• [PROBLEM DETAILS]
Reproduce, exactly and in full, only the lines below from the one containing "git is called" through the one containing "cannot be had".

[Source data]
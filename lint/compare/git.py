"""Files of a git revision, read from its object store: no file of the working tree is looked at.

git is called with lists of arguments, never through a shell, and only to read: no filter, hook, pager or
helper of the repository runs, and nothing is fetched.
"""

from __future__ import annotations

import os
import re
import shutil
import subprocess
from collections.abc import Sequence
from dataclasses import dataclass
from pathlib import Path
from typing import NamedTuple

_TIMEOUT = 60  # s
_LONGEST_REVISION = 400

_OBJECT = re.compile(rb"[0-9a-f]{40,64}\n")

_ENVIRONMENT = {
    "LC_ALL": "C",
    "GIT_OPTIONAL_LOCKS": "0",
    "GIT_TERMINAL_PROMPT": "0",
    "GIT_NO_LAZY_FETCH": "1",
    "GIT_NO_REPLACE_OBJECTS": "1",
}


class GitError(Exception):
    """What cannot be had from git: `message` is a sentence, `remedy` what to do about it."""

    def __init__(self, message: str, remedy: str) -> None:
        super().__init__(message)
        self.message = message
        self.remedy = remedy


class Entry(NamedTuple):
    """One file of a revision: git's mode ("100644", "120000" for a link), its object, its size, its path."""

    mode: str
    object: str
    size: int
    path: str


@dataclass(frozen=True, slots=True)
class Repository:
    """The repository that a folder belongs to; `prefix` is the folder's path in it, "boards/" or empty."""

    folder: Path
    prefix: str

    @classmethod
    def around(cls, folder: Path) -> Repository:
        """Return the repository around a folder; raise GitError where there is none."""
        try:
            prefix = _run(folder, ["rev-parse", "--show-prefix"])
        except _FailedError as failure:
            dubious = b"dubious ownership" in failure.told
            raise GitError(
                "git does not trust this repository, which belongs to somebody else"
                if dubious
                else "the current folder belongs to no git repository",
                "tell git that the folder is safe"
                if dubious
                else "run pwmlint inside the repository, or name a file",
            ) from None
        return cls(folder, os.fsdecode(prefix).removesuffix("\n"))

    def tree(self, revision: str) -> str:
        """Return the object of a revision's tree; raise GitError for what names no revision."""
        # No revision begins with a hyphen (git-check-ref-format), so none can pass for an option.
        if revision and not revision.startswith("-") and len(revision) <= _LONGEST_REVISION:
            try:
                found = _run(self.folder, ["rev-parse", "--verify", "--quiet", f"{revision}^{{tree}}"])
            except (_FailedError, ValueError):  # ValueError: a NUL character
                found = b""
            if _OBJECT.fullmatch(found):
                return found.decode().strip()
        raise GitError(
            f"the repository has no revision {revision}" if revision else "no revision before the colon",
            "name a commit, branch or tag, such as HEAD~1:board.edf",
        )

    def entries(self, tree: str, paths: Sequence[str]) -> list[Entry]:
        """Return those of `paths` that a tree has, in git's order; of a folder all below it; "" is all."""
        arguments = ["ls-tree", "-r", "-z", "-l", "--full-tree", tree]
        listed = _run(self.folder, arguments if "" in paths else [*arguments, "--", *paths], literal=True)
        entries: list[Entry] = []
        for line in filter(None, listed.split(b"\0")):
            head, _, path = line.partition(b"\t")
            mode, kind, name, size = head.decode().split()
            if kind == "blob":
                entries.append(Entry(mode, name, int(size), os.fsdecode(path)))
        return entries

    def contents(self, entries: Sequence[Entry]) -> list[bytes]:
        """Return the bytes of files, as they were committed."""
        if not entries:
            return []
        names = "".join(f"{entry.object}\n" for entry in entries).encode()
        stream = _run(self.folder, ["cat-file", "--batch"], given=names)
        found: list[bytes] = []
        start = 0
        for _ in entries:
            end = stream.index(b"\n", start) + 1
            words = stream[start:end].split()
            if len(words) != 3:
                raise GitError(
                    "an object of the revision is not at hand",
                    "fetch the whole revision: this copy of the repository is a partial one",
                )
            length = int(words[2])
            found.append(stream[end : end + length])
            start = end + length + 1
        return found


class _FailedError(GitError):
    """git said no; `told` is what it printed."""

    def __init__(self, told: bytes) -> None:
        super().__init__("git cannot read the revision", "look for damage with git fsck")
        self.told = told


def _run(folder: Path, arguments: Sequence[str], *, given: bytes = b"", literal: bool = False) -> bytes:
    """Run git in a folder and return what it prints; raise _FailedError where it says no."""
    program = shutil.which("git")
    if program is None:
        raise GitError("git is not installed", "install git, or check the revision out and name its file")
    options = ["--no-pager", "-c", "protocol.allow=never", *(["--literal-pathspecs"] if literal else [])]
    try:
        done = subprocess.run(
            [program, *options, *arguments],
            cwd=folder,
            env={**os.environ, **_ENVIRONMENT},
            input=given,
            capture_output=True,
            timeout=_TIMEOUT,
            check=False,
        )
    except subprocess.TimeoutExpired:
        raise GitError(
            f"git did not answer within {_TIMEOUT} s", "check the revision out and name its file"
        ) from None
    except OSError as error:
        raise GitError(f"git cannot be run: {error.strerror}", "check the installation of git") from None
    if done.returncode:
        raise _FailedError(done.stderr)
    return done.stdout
* * *
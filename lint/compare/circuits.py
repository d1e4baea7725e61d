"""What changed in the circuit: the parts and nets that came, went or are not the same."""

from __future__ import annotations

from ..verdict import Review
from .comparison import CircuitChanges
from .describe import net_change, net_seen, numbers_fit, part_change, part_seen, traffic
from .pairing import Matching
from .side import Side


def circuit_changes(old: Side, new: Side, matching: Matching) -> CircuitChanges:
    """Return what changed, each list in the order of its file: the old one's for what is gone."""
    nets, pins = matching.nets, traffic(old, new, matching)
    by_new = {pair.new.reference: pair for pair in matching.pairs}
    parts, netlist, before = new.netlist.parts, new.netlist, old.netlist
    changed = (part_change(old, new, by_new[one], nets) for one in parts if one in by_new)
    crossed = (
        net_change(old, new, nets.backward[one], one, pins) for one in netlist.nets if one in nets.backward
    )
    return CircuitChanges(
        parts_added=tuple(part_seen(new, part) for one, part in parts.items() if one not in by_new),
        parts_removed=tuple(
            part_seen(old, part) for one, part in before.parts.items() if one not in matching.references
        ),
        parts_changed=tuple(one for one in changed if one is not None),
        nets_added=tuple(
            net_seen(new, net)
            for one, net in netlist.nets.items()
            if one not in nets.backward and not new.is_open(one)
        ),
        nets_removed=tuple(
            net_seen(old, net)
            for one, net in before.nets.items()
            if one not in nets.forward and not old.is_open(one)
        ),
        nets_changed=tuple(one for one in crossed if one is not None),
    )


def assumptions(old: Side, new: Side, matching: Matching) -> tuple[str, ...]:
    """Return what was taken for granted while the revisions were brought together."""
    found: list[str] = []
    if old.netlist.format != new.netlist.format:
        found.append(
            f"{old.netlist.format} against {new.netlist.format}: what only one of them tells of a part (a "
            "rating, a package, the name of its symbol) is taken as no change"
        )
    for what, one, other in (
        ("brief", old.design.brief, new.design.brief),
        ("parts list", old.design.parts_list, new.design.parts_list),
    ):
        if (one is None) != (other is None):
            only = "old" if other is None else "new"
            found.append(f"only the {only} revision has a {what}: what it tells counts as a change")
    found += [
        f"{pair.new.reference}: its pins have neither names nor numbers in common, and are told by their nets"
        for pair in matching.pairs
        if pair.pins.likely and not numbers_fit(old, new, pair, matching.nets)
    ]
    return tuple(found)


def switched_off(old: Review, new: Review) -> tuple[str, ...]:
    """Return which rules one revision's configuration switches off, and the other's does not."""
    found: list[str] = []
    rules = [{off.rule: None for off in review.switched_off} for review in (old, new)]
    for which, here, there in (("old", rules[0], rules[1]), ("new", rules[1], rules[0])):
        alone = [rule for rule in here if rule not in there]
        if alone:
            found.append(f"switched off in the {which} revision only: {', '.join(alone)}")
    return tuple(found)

• [TASK RESULT]
git is called with lists of arguments, never through a shell, and only to read: no filter, hook, pager or
helper of the repository runs, and nothing is fetched.
"""

from __future__ import annotations

import os
import re
import shutil
import subprocess
from collections.abc import Sequence
from dataclasses import dataclass
from pathlib import Path
from typing import NamedTuple

_TIMEOUT = 60  # s
_LONGEST_REVISION = 400

_OBJECT = re.compile(rb"[0-9a-f]{40,64}\n")

_ENVIRONMENT = {
    "LC_ALL": "C",
    "GIT_OPTIONAL_LOCKS": "0",
    "GIT_TERMINAL_PROMPT": "0",
    "GIT_NO_LAZY_FETCH": "1",
    "GIT_NO_REPLACE_OBJECTS": "1",
}


class GitError(Exception):
    """What cannot be had from git: `message` is a sentence, `remedy` what to do about it."""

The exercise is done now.